Operators inspect custom data indirectly through deployment templates, CLI creation commands, VM model output, cloud-init status, waagent logs, boot diagnostics, run-command checks, and application readiness probes. Common jobs include testing a cloud-init file, confirming a VM used the intended image, checking why first boot failed, and proving whether setup logic or infrastructure caused an outage. Because single-VM custom data is not a convenient post-creation edit path, operators need a rebuild or configuration-management plan. Good runbooks show where the script lives, how it is versioned, and which logs prove it finished. Fresh deployment tests catch drift. Store scripts with release artifacts.

Common mistakes

  • Putting passwords, access tokens, or private keys directly into custom data because it feels convenient during provisioning.

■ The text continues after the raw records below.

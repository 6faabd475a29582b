import { afterAll, beforeAll, describe, expect, it } from 'vitest';
import { ROLES, kindOfRole } from '../../shared/domain/roles';
import { errorBodySchema } from '../../shared/schemas/error.schema';
import { projectListSchema, projectSchema } from '../../shared/schemas/project.schema';
import { Client, createTestApp, type TestApp } from '../setup/test-app';
import { makeOrgWithUser, TEST_PASSWORD } from '../setup/factories';

let t: TestApp;
beforeAll(async () => {
  t = await createTestApp({ LOGIN_RATE_LIMIT: '1000' });
});
afterAll(async () => t.close());

async function signedIn(kind: 'contractor' | 'merchant' = 'contractor', role: (typeof ROLES)[number] = 'contractor_estimator') {
  const u = await makeOrgWithUser(t.db, kind, role);
  const c = new Client(t.app);
  expect((await c.login(u.email, TEST_PASSWORD)).status).toBe(200);
  return { ...u, c };
}

const site = (over: Record<string, unknown> = {}) => ({
  name: 'Quarry Row',
  site_address: '2–8 Quarry Row, Fenwick Marsh',
  site_postcode: 'FM3 8QR',
  contact_name: 'Rhian Toller',
  contact_phone: '07700 900 112',
  vehicle_access: 'rigid_only',
  crane_lift: 'allowed',
  overhead_lines: 'present',
  set_down_place: 'Front drive of plot 2',
  access_notes: 'Narrow lane; no deliveries before 08:00.',
  buildings: [
    { name: 'Plot 2', kind: 'plot' },
    { name: 'Garage', kind: 'building', notes: 'Detached, mono-pitch' },
  ],
  ...over,
});

describe('creating a site', () => {
  it('stores the site address, contact, delivery access notes and buildings, and returns them', async () => {
    const { c } = await signedIn();
    const res = await c.post('/api/projects', site());
    expect(res.status).toBe(201);
    const p = projectSchema.parse(res.body);
    expect(p).toMatchObject({
      name: 'Quarry Row',
      site_postcode: 'FM3 8QR',
      contact_name: 'Rhian Toller',
      vehicle_access: 'rigid_only',
      crane_lift: 'allowed',
      overhead_lines: 'present',
      set_down_place: 'Front drive of plot 2',
      building_count: 2,
      schedule: null,
      estimate_count: 0,
      archived_at: null,
    });
    expect(p.buildings.map((b) => [b.name, b.kind, b.notes])).toEqual([
      ['Plot 2', 'plot', ''],
      ['Garage', 'building', 'Detached, mono-pitch'],
    ]);
    const again = await c.get(`/api/projects/${p.id}`);
    expect(again.status).toBe(200);
    expect(again.body).toEqual(res.body);
  });

  it('fills the access fields with "not yet checked" when only a name and address are given', async () => {
    const { c } = await signedIn();
    const res = await c.post('/api/projects', { name: 'Bare site', site_address: 'Lot 4, Wyke Fold' });
    expect(res.status).toBe(201);
    expect(res.body).toMatchObject({ vehicle_access: 'any', crane_lift: 'unknown', overhead_lines: 'unknown', buildings: [] });
  });

  it('rejects a missing name, an unknown access word, a bad phone and a building named twice, naming each field', async () => {
    const { c } = await signedIn();
    const res = await c.post('/api/projects', site({ name: '  ', crane_lift: 'maybe', contact_phone: 'ring the office', buildings: [{ name: 'Plot 1' }, { name: 'plot 1' }] }));
    expect(res.status).toBe(422);
    const body = errorBodySchema.parse(res.body);
    expect(body.error.code).toBe('validation_failed');
    expect(body.error.details?.map((d) => d.path).sort()).toEqual(['buildings.1.name', 'contact_phone', 'crane_lift', 'name']);
    expect(await t.db('projects').where({ name: '  ' }).first()).toBeUndefined();
  });

  it('is refused to merchant roles', async () => {
    for (const role of ['merchant_owner', 'merchant_sales', 'merchant_dispatcher', 'driver'] as const) {
      const { c } = await signedIn('merchant', role);
      expect((await c.post('/api/projects', site())).status, role).toBe(403);
      expect((await c.get('/api/projects')).status, role).toBe(403);
    }
  });
});

describe('listing sites', () => {
  it('searches name, postcode and contact without case, sorts and pages, and hides archived sites unless asked', async () => {
    const { c } = await signedIn('contractor', 'contractor_owner');
    const ids: Record<string, number> = {};
    for (const [name, postcode, contact] of [
      ['Alder Close', 'AC1 1AA', 'Jo Penhale'],
      ['Birchfield 50% plots', 'BF2 2BB', 'Sam Ordway'],
      ['Cedar Garth', 'CG3 3CC', 'Ola Penhale'],
      ['Damson Yard', 'DY4 4DD', 'Kit Arnott'],
    ]) {
      const res = await c.post('/api/projects', site({ name, site_postcode: postcode, contact_name: contact, buildings: [] }));
      ids[name] = res.body.id;
    }
    await c.post(`/api/projects/${ids['Damson Yard']}/archive`);

    const all = projectListSchema.parse((await c.get('/api/projects?sort=name&dir=asc')).body);
    expect(all.projects.map((p) => p.name)).toEqual(['Alder Close', 'Birchfield 50% plots', 'Cedar Garth']);
    expect(all.total).toBe(3);

    const penhale = (await c.get('/api/projects?q=PENHALE&sort=name&dir=desc')).body;
    expect(penhale.projects.map((p: { name: string }) => p.name)).toEqual(['Cedar Garth', 'Alder Close']);

    // A % in the search is a character to find, not a wildcard.
    const percent = (await c.get('/api/projects?q=50%25')).body;
    expect(percent.projects.map((p: { name: string }) => p.name)).toEqual(['Birchfield 50% plots']);

    const byPostcode = (await c.get('/api/projects?q=cg3')).body;
    expect(byPostcode.projects.map((p: { name: string }) => p.name)).toEqual(['Cedar Garth']);

    const page2 = (await c.get('/api/projects?sort=name&dir=asc&page=2&page_size=2')).body;
    expect(page2).toMatchObject({ total: 3, page: 2, page_size: 2 });
    expect(page2.projects.map((p: { name: string }) => p.name)).toEqual(['Cedar Garth']);

    const archived = (await c.get('/api/projects?archived=true')).body;
    expect(archived.projects.map((p: { name: string }) => p.name)).toEqual(['Damson Yard']);
    expect((await c.get('/api/projects?archived=all')).body.total).toBe(4);
  });

  it('rejects an unknown sort column and a page size over 100', async () => {
    const { c } = await signedIn();
    const res = await c.get('/api/projects?sort=password&page_size=1000');
    expect(res.status).toBe(422);
    expect(res.body.error.details.map((d: { path: string }) => d.path).sort()).toEqual(['page_size', 'sort']);
  });
});

describe('editing and archiving a site', () => {
  it('changes only the fields sent, replaces the building list when sent, and keeps the rest', async () => {
    const { c } = await signedIn();
    const { id } = (await c.post('/api/projects', site())).body;
    const res = await c.patch(`/api/projects/${id}`, { revision: 1, crane_lift: 'not_allowed', buildings: [{ name: 'Plot 2A', kind: 'plot' }] });
    expect(res.status).toBe(200);
    expect(res.body).toMatchObject({ crane_lift: 'not_allowed', name: 'Quarry Row', set_down_place: 'Front drive of plot 2', building_count: 1 });
    expect(res.body.buildings.map((b: { name: string }) => b.name)).toEqual(['Plot 2A']);
    expect(res.body.revision).toBe(2);
  });

  it('refuses an edit without a revision (422) and one made on a stale revision (409), keeping the other person’s save', async () => {
    const { c } = await signedIn();
    const { id } = (await c.post('/api/projects', site())).body;
    const missing = await c.patch(`/api/projects/${id}`, { name: 'No revision' });
    expect(missing.status).toBe(422);
    expect(missing.body.error.details[0].path).toBe('revision');
    expect((await c.patch(`/api/projects/${id}`, { revision: 1, contact_name: 'First saver' })).status).toBe(200);
    const stale = await c.patch(`/api/projects/${id}`, { revision: 1, contact_name: 'Second saver' });
    expect(stale.status).toBe(409);
    expect(stale.body.error.code).toBe('project_changed');
    const now = (await c.get(`/api/projects/${id}`)).body;
    expect(now).toMatchObject({ contact_name: 'First saver', revision: 2 });
  });

  it('rejects an empty change and a bad value with 422 and changes nothing', async () => {
    const { c } = await signedIn();
    const { id } = (await c.post('/api/projects', site())).body;
    expect((await c.patch(`/api/projects/${id}`, { revision: 1 })).status).toBe(422);
    const bad = await c.patch(`/api/projects/${id}`, { revision: 1, vehicle_access: 'helicopter' });
    expect(bad.status).toBe(422);
    expect(bad.body.error.details[0].path).toBe('vehicle_access');
    expect((await c.get(`/api/projects/${id}`)).body.vehicle_access).toBe('rigid_only');
  });

  it('archives a site (no edits until restored) and restores it', async () => {
    const { c } = await signedIn();
    const { id } = (await c.post('/api/projects', site())).body;
    const archived = await c.post(`/api/projects/${id}/archive`);
    expect(archived.status).toBe(200);
    expect(archived.body.archived_at).toEqual(expect.any(String));
    const edit = await c.patch(`/api/projects/${id}`, { revision: 1, name: 'Renamed' });
    expect(edit.status).toBe(409);
    expect(edit.body.error.code).toBe('project_archived');
    const restored = await c.post(`/api/projects/${id}/restore`);
    expect(restored.body.archived_at).toBeNull();
    expect((await c.patch(`/api/projects/${id}`, { revision: 1, name: 'Renamed' })).body.name).toBe('Renamed');
  });
});

describe('no role reaches another contractor’s sites', () => {
  for (const role of ROLES) {
    it(`${role}: reading, editing, archiving and restoring another firm’s site is refused and changes nothing`, async () => {
      const owner = await signedIn('contractor', 'contractor_owner');
      const { id } = (await owner.c.post('/api/projects', site({ name: `Victim site ${role}` }))).body;
      const before = await t.db('projects').where({ id }).first();

      const actor = await signedIn(kindOfRole(role), role);
      const attempts = [
        await actor.c.get(`/api/projects/${id}`),
        await actor.c.patch(`/api/projects/${id}`, { revision: 1, name: 'Taken over' }),
        await actor.c.post(`/api/projects/${id}/archive`),
        await actor.c.post(`/api/projects/${id}/restore`),
      ];
      for (const res of attempts) expect([403, 404], `${role}: ${res.status}`).toContain(res.status);
      expect(await t.db('projects').where({ id }).first()).toEqual(before);

      const list = await actor.c.get('/api/projects?archived=all');
      if (list.status === 200) expect(list.body.projects.map((p: { id: number }) => p.id)).not.toContain(id);
      else expect(list.status).toBe(403);
    });
  }
});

  • Assuming Windows automatically executes custom data without building a process to read and run the file.
  • Changing a VM Scale Set customData value and expecting existing instances to rerun it without model update and reimage planning.
  • Writing a large all-purpose installer script instead of using a hardened image and a small bootstrap step.
  • Treating provisioningState succeeded as proof that cloud-init and application setup completed successfully.